━━ DATASET CONTENT
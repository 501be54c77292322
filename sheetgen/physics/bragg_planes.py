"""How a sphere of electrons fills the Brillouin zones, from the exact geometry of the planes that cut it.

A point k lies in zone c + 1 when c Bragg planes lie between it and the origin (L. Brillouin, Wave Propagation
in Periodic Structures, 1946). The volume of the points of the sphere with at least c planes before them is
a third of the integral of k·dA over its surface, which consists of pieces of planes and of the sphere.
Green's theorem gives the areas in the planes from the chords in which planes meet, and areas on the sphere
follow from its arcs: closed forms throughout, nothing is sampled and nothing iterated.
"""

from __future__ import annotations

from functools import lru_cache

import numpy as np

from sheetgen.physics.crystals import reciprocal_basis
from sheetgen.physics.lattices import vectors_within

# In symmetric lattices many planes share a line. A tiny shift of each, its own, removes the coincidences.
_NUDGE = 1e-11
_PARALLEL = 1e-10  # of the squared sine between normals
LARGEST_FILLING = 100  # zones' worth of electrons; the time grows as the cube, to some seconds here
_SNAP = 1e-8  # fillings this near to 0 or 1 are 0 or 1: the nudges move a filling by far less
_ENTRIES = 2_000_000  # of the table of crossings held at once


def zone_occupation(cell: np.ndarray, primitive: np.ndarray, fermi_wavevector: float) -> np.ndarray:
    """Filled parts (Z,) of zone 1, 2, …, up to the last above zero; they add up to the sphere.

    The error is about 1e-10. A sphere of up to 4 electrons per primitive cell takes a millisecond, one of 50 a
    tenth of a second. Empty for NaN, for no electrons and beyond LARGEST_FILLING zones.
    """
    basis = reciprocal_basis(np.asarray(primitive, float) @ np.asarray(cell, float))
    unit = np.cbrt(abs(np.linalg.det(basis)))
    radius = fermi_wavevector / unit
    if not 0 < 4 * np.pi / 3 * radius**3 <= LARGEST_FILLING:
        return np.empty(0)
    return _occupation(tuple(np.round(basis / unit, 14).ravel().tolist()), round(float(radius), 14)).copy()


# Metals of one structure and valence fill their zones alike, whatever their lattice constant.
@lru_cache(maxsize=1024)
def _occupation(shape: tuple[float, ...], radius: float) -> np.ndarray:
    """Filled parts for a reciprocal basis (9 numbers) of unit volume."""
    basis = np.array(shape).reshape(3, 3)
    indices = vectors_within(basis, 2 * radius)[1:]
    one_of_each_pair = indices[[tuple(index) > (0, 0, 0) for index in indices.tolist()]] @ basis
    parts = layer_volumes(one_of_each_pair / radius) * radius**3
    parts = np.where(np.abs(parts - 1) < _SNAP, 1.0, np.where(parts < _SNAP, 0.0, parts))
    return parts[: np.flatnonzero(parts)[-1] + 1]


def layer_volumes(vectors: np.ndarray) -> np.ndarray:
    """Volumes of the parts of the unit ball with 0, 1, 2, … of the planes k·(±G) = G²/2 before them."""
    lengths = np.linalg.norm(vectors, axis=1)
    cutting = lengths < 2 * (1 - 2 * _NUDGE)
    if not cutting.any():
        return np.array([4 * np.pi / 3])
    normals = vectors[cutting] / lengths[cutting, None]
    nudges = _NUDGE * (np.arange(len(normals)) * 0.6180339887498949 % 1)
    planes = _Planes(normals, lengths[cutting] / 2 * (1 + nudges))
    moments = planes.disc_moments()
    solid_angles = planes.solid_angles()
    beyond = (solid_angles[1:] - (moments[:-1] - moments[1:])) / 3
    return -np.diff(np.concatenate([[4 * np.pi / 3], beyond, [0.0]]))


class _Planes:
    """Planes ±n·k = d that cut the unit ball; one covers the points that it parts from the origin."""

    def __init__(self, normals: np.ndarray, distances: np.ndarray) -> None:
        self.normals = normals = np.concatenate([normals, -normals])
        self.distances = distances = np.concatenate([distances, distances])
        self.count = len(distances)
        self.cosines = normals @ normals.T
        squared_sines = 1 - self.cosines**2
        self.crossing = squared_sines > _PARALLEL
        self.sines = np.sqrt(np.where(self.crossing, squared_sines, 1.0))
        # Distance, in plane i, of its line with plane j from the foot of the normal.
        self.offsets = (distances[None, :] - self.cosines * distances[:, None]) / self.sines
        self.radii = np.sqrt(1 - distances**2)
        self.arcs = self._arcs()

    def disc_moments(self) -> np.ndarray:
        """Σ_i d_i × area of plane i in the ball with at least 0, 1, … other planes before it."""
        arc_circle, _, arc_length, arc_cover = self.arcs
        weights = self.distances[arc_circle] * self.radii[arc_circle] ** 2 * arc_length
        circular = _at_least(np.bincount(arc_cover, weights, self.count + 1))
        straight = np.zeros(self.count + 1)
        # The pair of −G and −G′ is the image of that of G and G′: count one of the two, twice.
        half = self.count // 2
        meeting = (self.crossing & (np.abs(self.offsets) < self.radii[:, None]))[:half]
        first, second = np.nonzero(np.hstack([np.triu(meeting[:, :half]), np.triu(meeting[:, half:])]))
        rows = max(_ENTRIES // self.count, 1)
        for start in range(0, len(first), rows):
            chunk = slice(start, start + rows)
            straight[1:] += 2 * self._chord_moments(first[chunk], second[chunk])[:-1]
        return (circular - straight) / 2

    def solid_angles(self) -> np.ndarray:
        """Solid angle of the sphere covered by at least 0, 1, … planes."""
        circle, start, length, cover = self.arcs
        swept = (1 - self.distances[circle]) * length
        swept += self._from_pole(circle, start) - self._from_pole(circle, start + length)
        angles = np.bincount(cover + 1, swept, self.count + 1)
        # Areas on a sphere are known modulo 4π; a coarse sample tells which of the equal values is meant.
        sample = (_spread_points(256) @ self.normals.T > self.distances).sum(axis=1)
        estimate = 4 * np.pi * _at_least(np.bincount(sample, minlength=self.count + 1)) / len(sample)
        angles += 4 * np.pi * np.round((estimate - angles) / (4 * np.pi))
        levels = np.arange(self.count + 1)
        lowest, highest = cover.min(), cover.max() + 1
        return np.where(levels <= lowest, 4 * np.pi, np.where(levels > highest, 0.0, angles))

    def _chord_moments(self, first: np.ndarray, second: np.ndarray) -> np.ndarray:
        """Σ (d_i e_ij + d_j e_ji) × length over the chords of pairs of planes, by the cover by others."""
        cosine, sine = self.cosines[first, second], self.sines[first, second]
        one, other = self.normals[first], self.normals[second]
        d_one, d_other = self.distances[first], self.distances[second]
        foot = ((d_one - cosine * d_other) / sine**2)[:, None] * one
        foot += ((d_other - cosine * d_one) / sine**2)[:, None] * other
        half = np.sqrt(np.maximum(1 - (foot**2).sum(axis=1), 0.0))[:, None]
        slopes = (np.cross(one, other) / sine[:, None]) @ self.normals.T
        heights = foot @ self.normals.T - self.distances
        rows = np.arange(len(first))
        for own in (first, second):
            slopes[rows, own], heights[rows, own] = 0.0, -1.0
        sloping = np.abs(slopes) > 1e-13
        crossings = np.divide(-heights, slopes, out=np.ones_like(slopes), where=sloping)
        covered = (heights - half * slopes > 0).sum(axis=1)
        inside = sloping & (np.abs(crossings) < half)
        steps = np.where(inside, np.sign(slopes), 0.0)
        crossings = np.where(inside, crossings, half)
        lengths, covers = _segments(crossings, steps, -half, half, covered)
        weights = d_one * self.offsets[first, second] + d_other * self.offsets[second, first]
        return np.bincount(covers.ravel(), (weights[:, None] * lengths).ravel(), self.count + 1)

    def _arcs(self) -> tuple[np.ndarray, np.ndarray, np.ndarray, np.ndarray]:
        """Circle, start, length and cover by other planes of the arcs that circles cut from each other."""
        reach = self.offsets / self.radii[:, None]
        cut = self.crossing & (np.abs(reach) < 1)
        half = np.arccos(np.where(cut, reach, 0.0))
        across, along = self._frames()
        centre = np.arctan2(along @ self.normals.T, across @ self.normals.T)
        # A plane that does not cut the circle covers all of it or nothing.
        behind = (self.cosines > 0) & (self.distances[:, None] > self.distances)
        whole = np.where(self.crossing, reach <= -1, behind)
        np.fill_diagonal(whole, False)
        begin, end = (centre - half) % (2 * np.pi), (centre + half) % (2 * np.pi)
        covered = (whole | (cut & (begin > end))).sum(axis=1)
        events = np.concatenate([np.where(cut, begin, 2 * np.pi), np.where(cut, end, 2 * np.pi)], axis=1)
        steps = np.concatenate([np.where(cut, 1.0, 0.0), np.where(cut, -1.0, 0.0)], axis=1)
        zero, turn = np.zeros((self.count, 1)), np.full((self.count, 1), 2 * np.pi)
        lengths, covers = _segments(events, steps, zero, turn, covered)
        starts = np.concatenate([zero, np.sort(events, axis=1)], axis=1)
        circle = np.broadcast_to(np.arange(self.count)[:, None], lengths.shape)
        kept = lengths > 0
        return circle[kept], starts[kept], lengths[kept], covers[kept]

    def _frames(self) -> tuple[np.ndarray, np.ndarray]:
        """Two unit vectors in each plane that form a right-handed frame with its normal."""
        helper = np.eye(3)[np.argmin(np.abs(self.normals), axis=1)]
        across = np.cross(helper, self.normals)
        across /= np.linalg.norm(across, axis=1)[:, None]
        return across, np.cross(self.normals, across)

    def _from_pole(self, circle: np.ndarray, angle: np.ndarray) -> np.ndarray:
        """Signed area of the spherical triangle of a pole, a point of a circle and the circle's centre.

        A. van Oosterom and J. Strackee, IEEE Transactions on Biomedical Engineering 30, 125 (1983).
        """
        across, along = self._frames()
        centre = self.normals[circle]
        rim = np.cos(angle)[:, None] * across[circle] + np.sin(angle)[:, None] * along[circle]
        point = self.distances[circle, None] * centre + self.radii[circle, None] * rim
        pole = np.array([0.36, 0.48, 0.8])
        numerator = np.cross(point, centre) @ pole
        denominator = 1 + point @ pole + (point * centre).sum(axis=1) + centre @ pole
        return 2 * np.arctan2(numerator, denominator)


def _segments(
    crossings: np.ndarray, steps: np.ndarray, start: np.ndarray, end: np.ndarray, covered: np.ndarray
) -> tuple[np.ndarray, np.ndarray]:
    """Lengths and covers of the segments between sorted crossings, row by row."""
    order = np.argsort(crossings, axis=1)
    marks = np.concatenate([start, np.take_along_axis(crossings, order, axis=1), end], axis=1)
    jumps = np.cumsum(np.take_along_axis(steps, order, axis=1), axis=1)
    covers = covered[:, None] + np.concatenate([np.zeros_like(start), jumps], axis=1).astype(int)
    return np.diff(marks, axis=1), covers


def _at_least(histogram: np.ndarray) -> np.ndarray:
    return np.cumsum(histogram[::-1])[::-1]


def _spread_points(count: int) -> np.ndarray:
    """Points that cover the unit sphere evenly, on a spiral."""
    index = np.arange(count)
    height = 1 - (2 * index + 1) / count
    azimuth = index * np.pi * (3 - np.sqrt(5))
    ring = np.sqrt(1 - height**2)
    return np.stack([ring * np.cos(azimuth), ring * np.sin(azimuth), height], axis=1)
━━━━
### WHAT IS EXPECTED
All lines above between those holding "def _occupation(shape: tuple[float, ...], radius: float)" and "self.count = len(distances)", inclusive, must be set down unchanged, and no other line may be included.

### ANSWER BELOW
def _occupation(shape: tuple[float, ...], radius: float) -> np.ndarray:
    """Filled parts for a reciprocal basis (9 numbers) of unit volume."""
    basis = np.array(shape).reshape(3, 3)
    indices = vectors_within(basis, 2 * radius)[1:]
    one_of_each_pair = indices[[tuple(index) > (0, 0, 0) for index in indices.tolist()]] @ basis
    parts = layer_volumes(one_of_each_pair / radius) * radius**3
    parts = np.where(np.abs(parts - 1) < _SNAP, 1.0, np.where(parts < _SNAP, 0.0, parts))
    return parts[: np.flatnonzero(parts)[-1] + 1]


def layer_volumes(vectors: np.ndarray) -> np.ndarray:
    """Volumes of the parts of the unit ball with 0, 1, 2, … of the planes k·(±G) = G²/2 before them."""
    lengths = np.linalg.norm(vectors, axis=1)
    cutting = lengths < 2 * (1 - 2 * _NUDGE)
    if not cutting.any():
        return np.array([4 * np.pi / 3])
    normals = vectors[cutting] / lengths[cutting, None]
    nudges = _NUDGE * (np.arange(len(normals)) * 0.6180339887498949 % 1)
    planes = _Planes(normals, lengths[cutting] / 2 * (1 + nudges))
    moments = planes.disc_moments()
    solid_angles = planes.solid_angles()
    beyond = (solid_angles[1:] - (moments[:-1] - moments[1:])) / 3
    return -np.diff(np.concatenate([[4 * np.pi / 3], beyond, [0.0]]))


class _Planes:
    """Planes ±n·k = d that cut the unit ball; one covers the points that it parts from the origin."""

    def __init__(self, normals: np.ndarray, distances: np.ndarray) -> None:
        self.normals = normals = np.concatenate([normals, -normals])
        self.distances = distances = np.concatenate([distances, distances])
        self.count = len(distances)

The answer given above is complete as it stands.